Se refiere a una turbina de gas con dos etapas compresoras (alta y baja presión) Y cuando hablan de _surging condition_ es el efecto contrario? Creo que es el efecto que se produce cuando, durante el arranque, la densidad del aire en la etapa de alta presión no es suficiente y la velocidad del compresor aumenta peigrosamente. Tiene alguna traducción?
Saludos


----------



## Fantasmagórico

No soy experto en esto, pero encontré "atasco" e "inestabilidad":



> Existe una limitación para el número de etapas de compresión que puede incorporarse en un compresor de flujo axial. Si hay demasiadas, las últimas etapas estarán trabajando a bajo rendimiento mientras que las etapas delanteras estarán sobrecargadas. Esto restringe el flujo de aire a través del compresor y puede conducir a un *atasco* del compresor o _surge_.


 http://209.85.165.104/search?q=cach...tasco+del+compresor"&hl=es&ct=clnk&cd=1&gl=es



> Una *inestabilidad* del motor (_surge_) es una interrupción del flujo de aire a través de un motor de turbina de gas que puede estar originada por un deterioro del motor, un viento cruzado en la admisión del motor, ingestión de objetos extraños, o fallo de un componente interno tal como un alabe dañado.

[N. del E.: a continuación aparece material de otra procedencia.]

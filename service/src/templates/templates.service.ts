import { randomUUID } from 'node:crypto';
import {
  BadRequestException,
  ConflictException,
  Injectable,
  NotFoundException,
  UnprocessableEntityException,
} from '@nestjs/common';
import { InjectRepository } from '@nestjs/typeorm';
import { createTwoFilesPatch, diffLines } from 'diff';
import { DataSource, Repository } from 'typeorm';
import type { FigureTemplate } from '../figures/templates.js';
import type { TableTemplate } from '../tables/render.js';
import type { User } from '../users/user.entity.js';
import {
  BUILTIN_PREFIX,
  builtinByKey,
  builtinTemplates,
  sha256Text,
  type BuiltinTemplate,
} from './builtins.js';
import { checkTemplateBody, TemplateBodyError } from './compile-check.js';
import {
  Template,
  TemplatePin,
  TemplateVersion,
  type TemplateKind,
  type TemplateScope,
} from './template.entities.js';

export interface VersionRef {
  templateId: string;
  n: number;
}

export interface TemplateVersionDto {
  templateId: string;
  n: number;
  sha256: string;
  author: string;
  message: string;
  createdAt: string;
}

export interface TemplateDto {
  id: string;
  kind: TemplateKind;
  key: string;
  name: string;
  scope: 'builtin' | TemplateScope;
  forkedFrom: string | null;
  latest: number;
  versions: TemplateVersionDto[];
}

export interface PinDto {
  key: string;
  kind: TemplateKind;
  title: string;
  templateId: string;
  templateName: string;
  n: number;
  /** true when no pin is stored and the built-in version is used */
  isDefault: boolean;
}

/** What the renderers need: the body of the pinned version and the built-in manifest of its slot. */
export interface ResolvedTemplate {
  ref: VersionRef;
  kind: TemplateKind;
  key: string;
  body: string;
  sha256: string;
  figure?: FigureTemplate;
  table?: TableTemplate;
}

const BUILTIN_AUTHOR = 'Foldfolio (built-in)';

export function parseRef(s: string): VersionRef {
  const m = /^(.+)@(\d{1,6})$/.exec(s);
  if (!m)
    throw new BadRequestException(
      `"${s}" is not a template version; write it as <template id>@<version number>.`,
    );
  return { templateId: m[1], n: Number(m[2]) };
}

export function refString(r: VersionRef): string {
  return `${r.templateId}@${r.n}`;
}

function bodyError(e: unknown): never {
  if (e instanceof TemplateBodyError)
    throw new UnprocessableEntityException({ statusCode: 422, message: e.message, line: e.line });
  throw e;
}

@Injectable()
export class TemplatesService {
  constructor(
    private readonly db: DataSource,
    @InjectRepository(Template) private readonly templates: Repository<Template>,
    @InjectRepository(TemplateVersion) private readonly versions: Repository<TemplateVersion>,
    @InjectRepository(TemplatePin) private readonly pins: Repository<TemplatePin>,
  ) {}

  private builtinDto(b: BuiltinTemplate): TemplateDto {
    return {
      id: b.id,
      kind: b.kind,
      key: b.key,
      name: b.name,
      scope: 'builtin',
      forkedFrom: null,
      latest: b.n,
      versions: [
        {
          templateId: b.id,
          n: b.n,
          sha256: b.sha256,
          author: BUILTIN_AUTHOR,
          message: 'Shipped with Foldfolio.',
          createdAt: '2026-01-01T00:00:00.000Z',
        },
      ],
    };
  }

  private versionDto(v: TemplateVersion): TemplateVersionDto {
    return {
      templateId: v.templateId,
      n: v.n,
      sha256: v.sha256,
      author: v.authorName,
      message: v.message,
      createdAt: v.createdAt.toISOString(),
    };
  }

  /** A stored template visible from this manuscript (its own or the lab library's), else 404. */
  private async stored(manuscriptId: string, id: string): Promise<Template> {
    const t = /^[0-9a-f-]{36}$/.test(id) ? await this.templates.findOneBy({ id }) : null;
    if (!t || (t.scope === 'manuscript' && t.manuscriptId !== manuscriptId))
      throw new NotFoundException(
        'There is no such template in this manuscript or the lab library; pick one from the Templates tab.',
      );
    return t;
  }

  private builtin(id: string): BuiltinTemplate {
    const b = builtinTemplates().find((x) => x.id === id);
    if (!b)
      throw new NotFoundException(
        `There is no built-in template "${id.slice(BUILTIN_PREFIX.length)}"; pick one from the Templates tab.`,
      );
    return b;
  }

  async list(manuscriptId: string): Promise<TemplateDto[]> {
    const rows = await this.templates
      .createQueryBuilder('t')
      .where("t.scope = 'lab' OR (t.scope = 'manuscript' AND t.manuscript_id = :m)", {
        m: manuscriptId,
      })
      .orderBy('t.created_at', 'ASC')
      .addOrderBy('t.id', 'ASC')
      .getMany();
    const out = builtinTemplates().map((b) => this.builtinDto(b));
    for (const t of rows) out.push(await this.dto(t));
    return out;
  }

  private async dto(t: Template): Promise<TemplateDto> {
    const vs = await this.versions.find({ where: { templateId: t.id }, order: { n: 'ASC' } });
    return {
      id: t.id,
      kind: t.kind,
      key: t.key,
      name: t.name,
      scope: t.scope,
      forkedFrom: t.forkedFrom,
      latest: vs.length ? vs[vs.length - 1].n : 0,
      versions: vs.map((v) => this.versionDto(v)),
    };
  }

  async get(manuscriptId: string, id: string): Promise<TemplateDto> {
    if (id.startsWith(BUILTIN_PREFIX)) return this.builtinDto(this.builtin(id));
    return this.dto(await this.stored(manuscriptId, id));
  }

  /** One version with its body. */
  async version(
    manuscriptId: string,
    ref: VersionRef,
  ): Promise<TemplateVersionDto & { body: string; kind: TemplateKind; key: string }> {
    if (ref.templateId.startsWith(BUILTIN_PREFIX)) {
      const b = this.builtin(ref.templateId);
      if (ref.n !== b.n)
        throw new NotFoundException(
          `The built-in template ${b.key} has only version ${b.n}; choose that one.`,
        );
      return { ...this.builtinDto(b).versions[0], body: b.body, kind: b.kind, key: b.key };
    }
    const t = await this.stored(manuscriptId, ref.templateId);
    const v = await this.versions.findOneBy({ templateId: t.id, n: ref.n });
    if (!v)
      throw new NotFoundException(
        `Template "${t.name}" has no version ${ref.n}; it has versions 1 to ${await this.versions.countBy({ templateId: t.id })}.`,
      );
    return { ...this.versionDto(v), body: v.body, kind: t.kind, key: t.key };
  }

  async fork(
    manuscriptId: string,
    user: User,
    input: { from: string; scope: TemplateScope; name: string; message?: string },
  ): Promise<TemplateDto> {
    const src = await this.version(manuscriptId, parseRef(input.from));
    const t = this.templates.create({
      id: randomUUID(),
      kind: src.kind,
      key: src.key,
      name: input.name.trim(),
      scope: input.scope,
      manuscriptId: input.scope === 'manuscript' ? manuscriptId : null,
      forkedFrom: input.from,
      createdBy: user.id,
      createdAt: new Date(),
    });
    await this.db.transaction(async (m) => {
      await m.save(t);
      await m.insert(TemplateVersion, {
        templateId: t.id,
        n: 1,
        body: src.body,
        sha256: sha256Text(src.body),
        authorId: user.id,
        authorName: user.displayName,
        message: input.message?.trim() || `Forked from ${input.from}.`,
        createdAt: new Date(),
      });
    });
    return this.dto(t);
  }

  /** Saves a new immutable version numbered after the last one. */
  async save(
    manuscriptId: string,
    user: User,
    id: string,
    input: { body: string; message: string },
  ): Promise<TemplateVersionDto> {
    if (id.startsWith(BUILTIN_PREFIX))
      throw new ConflictException(
        'Built-in templates cannot be changed; fork it into the manuscript or the lab library first.',
      );
    const t = await this.stored(manuscriptId, id);
    try {
      checkTemplateBody(t.kind, input.body);
    } catch (e) {
      bodyError(e);
    }
    return this.db.transaction(async (m) => {
      // lock the template row so two saves get consecutive numbers
      await m.query('SELECT id FROM templates WHERE id = ? FOR UPDATE', [t.id]);
      const [{ last }] = (await m.query(
        'SELECT COALESCE(MAX(n), 0) AS last FROM template_versions WHERE template_id = ?',
        [t.id],
      )) as { last: number | string }[];
      const v = m.create(TemplateVersion, {
        templateId: t.id,
        n: Number(last) + 1,
        body: input.body,
        sha256: sha256Text(input.body),
        authorId: user.id,
        authorName: user.displayName,
        message: input.message.trim(),
        createdAt: new Date(),
      });
      await m.insert(TemplateVersion, v);
      return this.versionDto(v);
    });
  }

  async pinsFor(manuscriptId: string): Promise<PinDto[]> {
    const stored = await this.pins.findBy({ manuscriptId });
    const out: PinDto[] = [];
    for (const b of builtinTemplates()) {
      const p = stored.find((x) => x.key === b.key);
      let templateName = b.name;
      if (p && !p.templateId.startsWith(BUILTIN_PREFIX)) {
        const t = await this.templates.findOneBy({ id: p.templateId });
        templateName = t?.name ?? '(removed template)';
      }
      out.push({
        key: b.key,
        kind: b.kind,
        title: b.name,
        templateId: p?.templateId ?? b.id,
        templateName,
        n: p?.n ?? b.n,
        isDefault: !p,
      });
    }
    return out;
  }

  async pin(manuscriptId: string, user: User, key: string, ref: VersionRef): Promise<PinDto> {
    const b = builtinByKey(key);
    if (!b)
      throw new NotFoundException(
        `There is no template slot "${key}"; pick one from the Templates tab.`,
      );
    const v = await this.version(manuscriptId, ref);
    if (v.key !== key)
      throw new BadRequestException(
        `That version belongs to the ${v.key} slot, not ${key}; pin a version forked from ${key}.`,
      );
    await this.pins.save({
      manuscriptId,
      key,
      templateId: ref.templateId,
      n: ref.n,
      pinnedBy: user.id,
      pinnedAt: new Date(),
    });
    return (await this.pinsFor(manuscriptId)).find((p) => p.key === key)!;
  }

  /** The version a manuscript renders for a slot (its pin, else the built-in). */
  async resolve(manuscriptId: string, key: string): Promise<ResolvedTemplate> {
    const b = builtinByKey(key);
    if (!b) throw new NotFoundException(`There is no template "${key}"; pick one from the list.`);
    const p = await this.pins.findOneBy({ manuscriptId, key });
    const ref = p ? { templateId: p.templateId, n: p.n } : { templateId: b.id, n: b.n };
    const v = p ? await this.version(manuscriptId, ref) : { body: b.body, sha256: b.sha256 };
    return this.withBody(b, ref, v.body, v.sha256);
  }

  /** A template of this slot with a given body (saved version or an unsaved draft). */
  withBody(b: BuiltinTemplate, ref: VersionRef, body: string, sha256: string): ResolvedTemplate {
    const r: ResolvedTemplate = { ref, kind: b.kind, key: b.key, body, sha256 };
    if (b.figure) r.figure = { manifest: { ...b.figure, version: ref.n }, specText: body };
    if (b.table) r.table = { manifest: { ...b.table, version: ref.n }, source: body };
    return r;
  }

  async diff(
    manuscriptId: string,
    from: VersionRef,
    to: VersionRef,
  ): Promise<{
    from: string;
    to: string;
    patch: string;
    parts: { added: boolean; removed: boolean; value: string }[];
  }> {
    const a = await this.version(manuscriptId, from);
    const b = await this.version(manuscriptId, to);
    const parts = diffLines(a.body, b.body).map((p) => ({
      added: !!p.added,
      removed: !!p.removed,
      value: p.value,
    }));
    return {
      from: refString(from),
      to: refString(to),
      patch: createTwoFilesPatch(refString(from), refString(to), a.body, b.body, '', '', {
        context: 3,
      }),
      parts,
    };
  }
}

 http://www.antoniogarciarivas.com/?p=19

  Espero que te sirva.
  Saludos,
  Fantasmagórico.


----------



## lrclrc

Excelente. Muchas gracias!


----------



## laflaca1906

"surging mass" = masa inestable?


----------



## avizor

laflaca1906 said:


> "surging mass" = masa inestable?


sería
*surging mass flow*
sobrepresión por exceso de la cantidad de combustible 
según esta definición:

surge  n. & v.
 _ n.
*1a sudden or impetuous onset (a surge of anger).*
2the swell of the waves at sea.
3a heavy forward or upward motion.
4a rapid increase in price, activity, etc. over a short period.
5a sudden marked increase in voltage of an electric current.
 _ v.intr.
1(of waves, the sea, etc.) rise and fall or move heavily forward.
2(of a crowd etc.) move suddenly and powerfully forwards in large numbers.
3(of an electric current etc.) increase suddenly.
4Naut. (of a rope, chain, or windlass) slip back with a jerk.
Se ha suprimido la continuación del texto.